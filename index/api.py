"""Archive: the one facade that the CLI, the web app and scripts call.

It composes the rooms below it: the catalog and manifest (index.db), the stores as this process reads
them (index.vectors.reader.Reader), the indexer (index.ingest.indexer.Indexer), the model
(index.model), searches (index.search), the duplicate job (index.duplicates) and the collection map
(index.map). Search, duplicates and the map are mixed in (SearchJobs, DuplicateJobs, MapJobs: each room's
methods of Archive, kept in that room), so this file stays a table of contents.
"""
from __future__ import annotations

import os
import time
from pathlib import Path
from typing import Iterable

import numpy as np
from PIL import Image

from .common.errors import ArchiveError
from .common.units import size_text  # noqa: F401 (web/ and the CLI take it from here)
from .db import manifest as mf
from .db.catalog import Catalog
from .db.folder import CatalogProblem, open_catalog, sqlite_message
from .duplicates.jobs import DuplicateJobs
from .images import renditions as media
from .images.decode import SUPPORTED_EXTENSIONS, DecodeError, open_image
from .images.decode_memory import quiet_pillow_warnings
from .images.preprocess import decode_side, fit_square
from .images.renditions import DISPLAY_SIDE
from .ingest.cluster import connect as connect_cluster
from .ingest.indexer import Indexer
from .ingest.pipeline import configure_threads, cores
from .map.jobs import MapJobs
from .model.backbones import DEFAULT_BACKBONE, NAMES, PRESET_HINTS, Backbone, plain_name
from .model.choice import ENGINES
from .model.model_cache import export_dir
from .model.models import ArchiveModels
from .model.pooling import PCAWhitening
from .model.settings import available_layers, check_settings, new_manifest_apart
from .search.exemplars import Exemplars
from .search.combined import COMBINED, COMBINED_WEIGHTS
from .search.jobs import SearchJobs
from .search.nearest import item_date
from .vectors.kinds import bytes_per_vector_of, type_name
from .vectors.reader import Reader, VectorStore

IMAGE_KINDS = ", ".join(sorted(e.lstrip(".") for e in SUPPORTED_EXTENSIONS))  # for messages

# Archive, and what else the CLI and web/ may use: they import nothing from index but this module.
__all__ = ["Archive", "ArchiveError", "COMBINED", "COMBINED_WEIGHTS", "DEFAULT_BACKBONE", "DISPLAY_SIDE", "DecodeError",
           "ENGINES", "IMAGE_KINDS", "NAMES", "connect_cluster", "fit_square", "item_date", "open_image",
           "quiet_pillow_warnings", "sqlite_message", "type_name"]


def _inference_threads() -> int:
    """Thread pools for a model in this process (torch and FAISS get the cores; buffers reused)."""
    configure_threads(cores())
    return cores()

◇ ◇ ◇ ◇ ◇

**Directions**
Using only the entries above, output the line with "from typing import Iterable", the line with "from .ingest.cluster import", and all lines between them, exactly as they stand.

**Task output**
from typing import Iterable

import numpy as np
from PIL import Image

from .common.errors import ArchiveError
from .common.units import size_text  # noqa: F401 (web/ and the CLI take it from here)
from .db import manifest as mf
from .db.catalog import Catalog
from .db.folder import CatalogProblem, open_catalog, sqlite_message
from .duplicates.jobs import DuplicateJobs
from .images import renditions as media
from .images.decode import SUPPORTED_EXTENSIONS, DecodeError, open_image
from .images.decode_memory import quiet_pillow_warnings
from .images.preprocess import decode_side, fit_square
from .images.renditions import DISPLAY_SIDE
from .ingest.cluster import connect as connect_cluster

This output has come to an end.